If this is the case, there's a huge gap between 1050Ti and 1060.
2.1 Tflops vs 4.4.

RX480 should offer 5.8 Tflops. Is this confirmed by real testing (it being faster than GTX1060 in madVR)?

Note: the above values are calculated from specifications, according to Tech Report.

Edit: I searched for the comparison spreadsheet that was posted here, based on real testing, and no, GTX480 does not seem to confirm the theoretical advantage that it has based on specs.

Last edited by ashlar42; 19th October 2016 at 13:30.
ashlar42 is offline   Reply With Quote
Old 19th October 2016, 13:30   #39762  |  Link
huhn
Registered User
 
Join Date: Oct 2012
Posts: 7,903
the first test show it was not the case with polaris.

i just got my RX 480 back and it can easily do nnedi3 64 neuron 24p FHD-> UHD.
but that is mostly openCL.

just wait for the new algo i'm pretty sure people with different hardware will test it.
huhn is offline   Reply With Quote
Old 19th October 2016, 14:45   #39763  |  Link
Shiandow
Registered User
 
Join Date: Dec 2013
Posts: 753
Quote:
Originally Posted by Asmodian View Post
FLOPS, and I agree that it seems to indicate madVR performance quite accurately.
Keep in mind that FLOPS can only do so much to make things faster; running shaders always has some overhead (reading / writing memory etc.) and for modern GPUs this overhead seems to dominate the computation time for all but the most computation intensive shaders (e.g. NNEDI3).

Case in point, a while back I upgraded my GTX 560Ti to a GTX 960, and while the GTX 960 is definitely faster the difference in FLOPS is far greater than the difference in render times.
Shiandow is offline   Reply With Quote
Old 19th October 2016, 17:47   #39764  |  Link
Asmodian
Registered User
 
Join Date: Feb 2002
Location: San Jose, California
Posts: 4,406
Quote:
Originally Posted by Shiandow View Post
Keep in mind that FLOPS can only do so much to make things faster; running shaders always has some overhead (reading / writing memory etc.) and for modern GPUs this overhead seems to dominate the computation time for all but the most computation intensive shaders (e.g. NNEDI3).

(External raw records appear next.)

/// The demo recordings against the TM9 drive file: every mode's verdict agrees with the
/// band edges worked out above, and the brace moves the first arm mode into the rotation
/// band while the lightening holes keep it clear.
#[test]
fn demo_recordings_verdicts_and_compare() {
    let dir = temp_dir("drive-bands-demo");
    let drive = root().join("recordings/tm9.drive");
    let edges = [
        (168.35, 481.0),
        (336.7, 962.0),
        (505.05, 1443.0),
        (505.05, 1443.0),
    ];
    let mut first = Vec::new();
    for name in ["arm-solid", "arm-holed", "arm-braced", "stack-soft"] {
        std::fs::copy(
            root().join(format!("recordings/{name}.wav")),
            dir.join(format!("{name}.wav")),
        )
        .unwrap();
        let json = dir.join(format!("{name}.json"));
        let mut args = vec![
            "analyze".to_string(),
            dir.join(format!("{name}.wav")).display().to_string(),
            "--out".into(),
            json.display().to_string(),
            "--drive".into(),
            drive.display().to_string(),
        ];
        if name.starts_with("stack") {
            args.extend(["--response-channel", "2", "--base-channel", "1"].map(String::from));
        }
        let args: Vec<&str> = args.iter().map(String::as_str).collect();
        let (code, out, err) = run(&args);
        assert_eq!(code, 0, "{name}: {err}");
        assert!(out.contains("drive: KV 1300, 6 x 3.7 V = 22.2 V"), "{out}");
        let (freqs, bands, section) = modes_of(&json);
        assert_eq!(section["bands"].as_array().unwrap().len(), 4);
        for (f, b) in freqs.iter().zip(&bands) {
            let inside = edges.iter().any(|(lo, hi)| f >= lo && f <= hi);
            let nearest = edges
                .iter()
                .map(|(lo, hi)| if f < lo { (lo - f) / lo } else { (f - hi) / hi })
                .fold(f64::INFINITY, f64::min);
            let want = if inside {
                "inside"
            } else if nearest < 0.10 {
                "near"
            } else {
                "clear"
            };
            assert_eq!(b["verdict"], want, "{name} {f} Hz: {b}");
        }
        first.push((
            name,
            freqs[0],
            bands[0]["verdict"].as_str().unwrap().to_string(),
        ));
        if name == "stack-soft" {
            let iso = section["isolation"].as_array().unwrap();
            assert_eq!(iso.len(), 2, "rotation and blade pass: {section}");
            assert!(iso[0]["model_db"].as_f64().unwrap() < 0.0, "{section}");
            assert!(out.contains("mount over rotation"), "{out}");
        }
    }
    assert_eq!(first[0].2, "clear", "{first:?}");
    assert_eq!(first[1].2, "clear", "{first:?}");
    assert_eq!(first[2].2, "inside", "{first:?}");
    let (code, out, err) = run(&[
        "compare",
        dir.join("arm-solid.json").to_str().unwrap(),
        dir.join("arm-braced.json").to_str().unwrap(),
    ]);
    assert_eq!(code, 0, "{err}");
    assert!(out.contains("into rotation"), "{out}");
    let (code, out, _) = run(&[
        "compare",
        "--json",
        dir.join("arm-solid.json").to_str().unwrap(),
        dir.join("arm-braced.json").to_str().unwrap(),
    ]);
    assert_eq!(code, 0);
    let v: serde_json::Value = serde_json::from_str(&out).unwrap();
    let ch = &v["bands"]["variants"][0]["changes"][0];
    assert_eq!(ch["movement"], "moved_in");
    let m = ch["margin_change_pct"].as_f64().unwrap();
    let want = ch["variant"]["margin_pct"].as_f64().unwrap()
        - ch["baseline"]["margin_pct"].as_f64().unwrap();
    assert!((m - want).abs() < 1e-9 && m < 0.0, "{ch}");
    // The CSV carries the same, with units in the headers; damping columns name their unit.
    let (code, out, err) = run(&[
        "compare",
        "--csv",
        dir.join("arm-solid.json").to_str().unwrap(),
        dir.join("arm-braced.json").to_str().unwrap(),
    ]);
    assert_eq!(code, 0, "{err}");
    let mut r = csv::Reader::from_reader(out.as_bytes());
    let head: Vec<String> = r.headers().unwrap().iter().map(String::from).collect();
    let col = |name: &str| {
        head.iter()
            .position(|h| h == name)
            .unwrap_or_else(|| panic!("no column {name}: {head:?}"))
    };
    assert!(!head.iter().any(|h| h == "baseline_damping"), "{head:?}");
    let (zb, zv) = (col("baseline_damping_ratio"), col("variant_damping_ratio"));
    let (vb, vv) = (col("baseline_band_verdict"), col("variant_band_verdict"));
    let (mv, mb, mvv, mc) = (
        col("band_movement"),
        col("baseline_band_margin_pct"),
        col("variant_band_margin_pct"),
        col("band_margin_change_pct_points"),
    );
    let rows: Vec<csv::StringRecord> = r.records().map(Result::unwrap).collect();
    let first = rows.iter().find(|x| &x[1] == "mode").unwrap();
    assert_eq!((&first[vb], &first[vv]), ("clear", "inside"), "{first:?}");
    assert_eq!(&first[mv], "moved_in");
    let num = |i: usize| first[i].parse::<f64>().unwrap();
    assert!((num(mc) - (num(mvv) - num(mb))).abs() < 2e-4, "{first:?}");
    assert!((num(mc) - m).abs() < 1e-4, "{first:?} vs {m}");
    assert!(
        num(zb) > 0.0 && num(zb) < 0.2 && num(zv) > 0.0,
        "ratios, not percent"
    );
    for row in rows.iter().filter(|x| &x[1] == "mode") {
        assert!(
            !row[vv].is_empty(),
            "every pair has its band verdict: {row:?}"
        );
    }
}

Case in point, a while back I upgraded my GTX 560Ti to a GTX 960, and while the GTX 960 is definitely faster the difference in FLOPS is far greater than the difference in render times.
I have noticed this too. All the easy shader passes take 0.49ms on my Titan X and this is independent of clock speed and resolution. This means an easy six pass shader, like thin edges, is the same 3 ms on my Titan X as it was on my 980Ti while NNEDI3 256 is much faster on my Titan X.

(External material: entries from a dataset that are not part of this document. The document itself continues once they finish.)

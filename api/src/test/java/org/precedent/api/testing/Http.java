package org.precedent.api.testing;

import com.fasterxml.jackson.databind.JsonNode;
import com.fasterxml.jackson.databind.ObjectMapper;
import java.io.IOException;
import java.io.UncheckedIOException;
import java.net.URI;
import java.net.http.HttpClient;
import java.net.http.HttpRequest;
import java.net.http.HttpResponse;
import java.nio.charset.StandardCharsets;
import java.time.Duration;
import java.util.Base64;

/** A small JSON client for the running service, as the tests' callers would use it. */
public final class Http {
  public static final ObjectMapper JSON = new ObjectMapper();

  /** Who calls: an API key, HTTP basic, or nobody. */
  public record Caller(String header, String value) {
    public static final Caller NOBODY = new Caller(null, null);
    public static final Caller AGENT = key("demo-agent-key");
    public static final Caller MANAGER = key("demo-manager-key");
    public static final Caller QUEUE = key("demo-queue-key");

    public static Caller key(String key) {
      return new Caller("X-Precedent-Key", key);
    }

    public static Caller basic(String user, String password) {
      return new Caller("Authorization", "Basic " + Base64.getEncoder().encodeToString(
          (user + ":" + password).getBytes(StandardCharsets.UTF_8)));
    }
  }

  /** A response: status, headers and the body as JSON (null when it is not JSON). */
  public record Reply(int status, HttpResponse<String> raw, JsonNode json) {
    public String header(String name) {
      return raw.headers().firstValue(name).orElse(null);
    }
  }

  private final String base;
  private final HttpClient client = HttpClient.newBuilder()
      .connectTimeout(Duration.ofSeconds(10)).build();

  public Http(int port) {
    this.base = "http://localhost:" + port;
  }

  public String base() {
    return base;
  }

  public Reply get(String path, Caller caller) {
    return send(builder(path, caller).GET().build());
  }

  public Reply post(String path, Object body, Caller caller) {
    return send("POST", path, body, caller);
  }

  public Reply put(String path, Object body, Caller caller) {
    return send("PUT", path, body, caller);
  }

  public Reply send(String method, String path, Object body, Caller caller) {
    String text;
    try {
      text = body instanceof String s ? s : JSON.writeValueAsString(body);
    } catch (IOException e) {
      throw new UncheckedIOException(e);
    }
    return send(builder(path, caller).header("Content-Type", "application/json")
        .method(method, HttpRequest.BodyPublishers.ofString(text)).build());
  }

  /**
   * Waits until {@code /actuator/health} answers 200 (every part UP), at most 30 s; {@code after}
   * names what the service recovers from, for the failure's message.
   */
  public void awaitHealthy(String after) throws InterruptedException {
    Reply last = null;
    for (int i = 0; i < 300; i++) {
      last = get("/actuator/health", Caller.MANAGER);
      if (last.status() == 200) {
        return;
      }
      Thread.sleep(100);
    }
    throw new AssertionError("not healthy 30 s after " + after + ": " + last.raw().body());
  }

  private HttpRequest.Builder builder(String path, Caller caller) {
    HttpRequest.Builder b = HttpRequest.newBuilder(URI.create(base + path))
        .timeout(Duration.ofSeconds(60));
    if (caller.header() != null) {
      b.header(caller.header(), caller.value());
    }
    return b;
  }

  private Reply send(HttpRequest request) {
    try {
      HttpResponse<String> r = client.send(request, HttpResponse.BodyHandlers.ofString());
      JsonNode json = null;
      String type = r.headers().firstValue("Content-Type").orElse("");
      if (type.contains("json") && !r.body().isEmpty()) {
        json = JSON.readTree(r.body());
      }
      return new Reply(r.statusCode(), r, json);
    } catch (IOException e) {
      throw new UncheckedIOException(request.method() + " " + request.uri(), e);
    } catch (InterruptedException e) {
      Thread.currentThread().interrupt();
      throw new IllegalStateException(e);
    }
  }
}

More FLOPS = Faster in madVR, it isn't 1 to 1 but other aspects don't do much to help madVR at all.
__________________
madVR options explained
Asmodian is offline   Reply With Quote
Old 19th October 2016, 20:13   #39765  |  Link
Shiandow
Registered User
 
Join Date: Dec 2013
Posts: 753
Quote:
Originally Posted by Asmodian View Post
I have noticed this too. All the easy shader passes take 0.49ms on my Titan X and this is independent of clock speed and resolution. This means an easy six pass shader, like thin edges, is the same 3 ms on my Titan X as it was on my 980Ti while NNEDI3 256 is much faster on my Titan X.
Interesting... the 0.5ms per shader pass seems to be pretty universal, I've had similar results on my GTX 560Ti and GTX 960. Not sure what's causing it, it doesn't seem to be just memory bandwidth as reading in more pixels doesn't slow things down much (in a rather extreme case I've had a shader read 1920 pixels per output pixel, that definitely slowed things down but it still worked). I think the number of output pixels has a bigger effect but I haven't checked it thoroughly.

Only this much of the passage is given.